At busy times you may not be able to get an interactive session as there may be no spare cores to immediately service your request, however you will increase your chances considerably if you choose the default runtime of 1 hour.
Node selection¶
In some situations, you may require your job to run on a certain node type
(for example to select a certain CPU architecture or GPU type). All node
selections are in the format -l <complex>[=<value>]
where the value is only
required for non-boolean complexes; The value can be either omitted or set
to TRUE
or true
when requesting boolean complexes. See the below table
for a list of supported node selections:
Complex Name | Description | Supported Values |
---|---|---|
cpuarch |
CPU architecture | intel and amd |
exclusive |
Request entire nodes | (boolean) |
gpu |
Request nodes with GPU support | (boolean) |
gpu_type |
Run on specific GPU types | ampere and volta |
gpuhighmem |
GPU nodes with a large amount of RAM | (boolean) |
highmem |
Nodes with a large amount of RAM | (boolean) |
infiniband |
Parallel jobs within an InfiniBand island | (node type) |
node_type |
Run on a specific node type | (node type) |
owned |
Run on owned / restricted nodes (if eligible) | (boolean) |
Job holds¶
Jobs can be held from running via the use of qhold
or qsub
with the
-hold_jid
argument. Holding a job means it remains in the queue but will not
be considered for scheduling until the hold is removed or the requirement is
met. This allows users and administrators greater control over queued jobs.
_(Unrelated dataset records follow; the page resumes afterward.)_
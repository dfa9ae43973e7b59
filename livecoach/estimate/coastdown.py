"""Coast-down analysis: CdA and Crr from stretches ridden without pedalling.

The road-load equation of the vehicle coast-down method (SAE J2263,
"Road Load Measurement Using Onboard Anemometry and Coastdown Techniques";
ISO 10521-1, "Road vehicles - Road load - Part 1: Determination under
reference atmospheric conditions") is

    -m_eff dv/dt = f0 + f2 v_air^2 + m g sin(theta),   f0 = Crr m g cos(theta),
                                                      f2 = 1/2 rho CdA.

Those standards difference the speed over speed bands; here the same
equation is fitted in its integrated (energy) form over short windows
inside each coasting stretch - minus the change of kinetic and potential
energy equals the drag and rolling work - so no speed is differentiated and
a gently sloping course is handled exactly (the grade is not required to be
zero, nor the vehicle to slow down). A stretch counts as coasting when every
power report covering it is at or below ``[estimator] coast_power_w``; with
interval-average reports (see :mod:`livecoach.estimate.power`) that is
exact from the report before the first zero report onward. Stretches
shorter than ``coast_min_s`` or slower than ``min_speed_mps`` are not used.

Candau et al. (1999), Med. Sci. Sports Exerc. 31:1441, report a
repeatability of about 0.7 % for CdA and Crr by coast-down on bicycles.
"""

from __future__ import annotations

import math
from dataclasses import dataclass, field, replace
from typing import Any, Iterable

from livecoach.errors import LivecoachError
from livecoach.estimate.records import EnergyWindow
from livecoach.estimate.regression import DragFit
from livecoach.estimate.settings import estimator_config
from livecoach.stream import samples as S

#: Window length inside coasting stretches, s.
COAST_WINDOW_S = 2.0


class CoastdownError(LivecoachError):
    """No usable coasting stretch was found."""


@dataclass(frozen=True, slots=True)
class CoastStretch:
    """One coasting stretch: start and end (s), speeds there (m/s), windows used."""

    t0_s: float
    t1_s: float
    v0_mps: float
    v1_mps: float
    windows: int


@dataclass(frozen=True)
class CoastdownResult:
    """CdA (m^2) and Crr with sd; road-load coefficients f0 (N) and f2 (N s^2/m^2)
    at the ride's air density; the stretches used."""

    cda_m2: float
    cda_sd_m2: float
    crr: float
    crr_sd: float
    f0_n: float
    f2_nspm2: float
    air_density_kgpm3: float
    n_windows: int
    stretches: list[CoastStretch] = field(default_factory=list)
    rejected: dict[str, int] = field(default_factory=dict)

    def to_dict(self) -> dict[str, Any]:
        return {
            "cda_m2": self.cda_m2, "cda_sd_m2": self.cda_sd_m2, "crr": self.crr,
            "crr_sd": self.crr_sd, "f0_n": self.f0_n, "f2_nspm2": self.f2_nspm2,
            "air_density_kgpm3": self.air_density_kgpm3, "n_windows": self.n_windows,
            "stretches": [
                {"t0_s": s.t0_s, "t1_s": s.t1_s, "v0_mps": s.v0_mps, "v1_mps": s.v1_mps,
                 "windows": s.windows} for s in self.stretches
            ],
            "rejected": dict(sorted(self.rejected.items())),
        }


def coast_intervals(power: list[tuple[float, float]], coast_power_w: float,
                    min_s: float) -> list[tuple[float, float]]:
    """Time spans (s) fully covered by power reports at or below ``coast_power_w``.

    ``power``: (receive time s, power W) in time order. A report at t_k is the
    mean over (t_{k-1}, t_k], so a run of low reports k..j covers
    (t_{k-1}, t_j].
    """
    spans = []
    start = None
    prev_t = None
    for t, p in power:
        if p <= coast_power_w and math.isfinite(p):
            if start is None and prev_t is not None:
                start = prev_t
            end = t
        else:
            if start is not None and end - start >= min_s:
                spans.append((start, end))
            start = None
        prev_t = t
    if start is not None and end - start >= min_s:
        spans.append((start, end))
    return spans


def coastdown_fit(samples: Iterable[Any], ride: Any) -> CoastdownResult:
    """Fit CdA and Crr from the coasting stretches of a ride (samples in time order).

    Raises :class:`CoastdownError` when no stretch is long and fast enough.
    """
    from livecoach.estimate.windows import WindowBuilder

    cfg = estimator_config(ride)
    samples = list(samples)
    power = [(s.t_s, s.power_w) for s in samples if type(s) is S.PowerSample
             and isinstance(s.power_w, (int, float))]
    spans = coast_intervals(power, cfg.coast_power_w, cfg.coast_min_s)
    if not spans:
        raise CoastdownError(
            f"no coasting stretch: need at least {cfg.coast_min_s:g} s of power reports at or "
            f"below {cfg.coast_power_w:g} W ({len(power)} power reports in the ride)"
        )
    wcfg = replace(cfg, window_s=COAST_WINDOW_S, power_lag_sd_s=0.0)
    builder = WindowBuilder(ride, wcfg, (cfg.power_lag_s,), cfg.power_lag_s)
    windows: list[EnergyWindow] = []
    for s in samples:
        builder.feed(s)
        if builder.out:
            windows.extend(builder.out)
            builder.out.clear()
    rejected = dict(builder.rejected)
    used: list[EnergyWindow] = []
    stretches: list[CoastStretch] = []
    margin = 0.1
    for t0, t1 in spans:
        inside = [w for w in windows if w.t0_s >= t0 + margin and w.t1_s <= t1 - margin]
        if not inside:
            rejected["coast_stretch_too_slow_or_short"] = rejected.get("coast_stretch_too_slow_or_short", 0) + 1
            continue
        used.extend(inside)
        stretches.append(CoastStretch(t0, t1, inside[0].v_mean_mps, inside[-1].v_mean_mps,
                                      len(inside)))
    if len(used) < 3:
        raise CoastdownError(
            f"coasting stretches found ({len(spans)}) but only {len(used)} usable windows: "
            f"coast longer, above {cfg.min_speed_mps:g} m/s"
        )
    # Weak priors: the coast-down should speak for itself.
    fit = DragFit([ride.vehicle.cda_m2, ride.vehicle.crr], [[1.0, 0.0], [0.0, 0.01]],
                  (cfg.power_lag_s,), [0.0], None, block_s=10.0)
    # Work terms are ~0 by construction; keep the measured ones (a few W of noise).
    for w in used:
        fit.add(w)
    res = fit.solve()
    rho = builder.rho_kgpm3
    cda, crr = res.theta[0], res.theta[1]
    return CoastdownResult(
        cda_m2=cda,
        cda_sd_m2=math.sqrt(max(res.cov[0][0], 0.0)),
        crr=crr,
        crr_sd=math.sqrt(max(res.cov[1][1], 0.0)),
        f0_n=crr * ride.vehicle.mass_kg * 9.80665,
        f2_nspm2=0.5 * rho * cda,
        air_density_kgpm3=rho,
        n_windows=len(used),
        stretches=stretches,
        rejected=rejected,
    )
In the event of issues with a job, an administrator may hold the job until the issue is resolved. Users are unable to remove these holds but they may still delete the job if required.
Jobs can be held with the following commands:
# Hold a job
qhold <job_id>
# Release a job
qrls <job_id>
Queuing dependent jobs¶
To hold a job until a preceding job has completed -hold_jid
can be used.
# Preceding job:
$ qsub job_one.sh
$ qstat
500 0.00000 job_one abc123 qw 09/19/2020 10:11:35 1
# Held job
$ qsub -hold_jid 500 job_two.sh
$ qstat
500 0.00000 job_one abc123 qw 09/19/2020 10:11:35 1
501 0.00000 job_two abc123 hqw 09/19/2020 10:12:30 1
Once the first job completes the second job will be released for scheduling. This enables processing steps to be broken down into separate jobs. An example where this may be useful is within a pipeline, where a subsequent stage requires output from an earlier step, so this ensures a linear progression.
Further information¶
- The man pages on the cluster systems give information on the queuing system and MPI functions.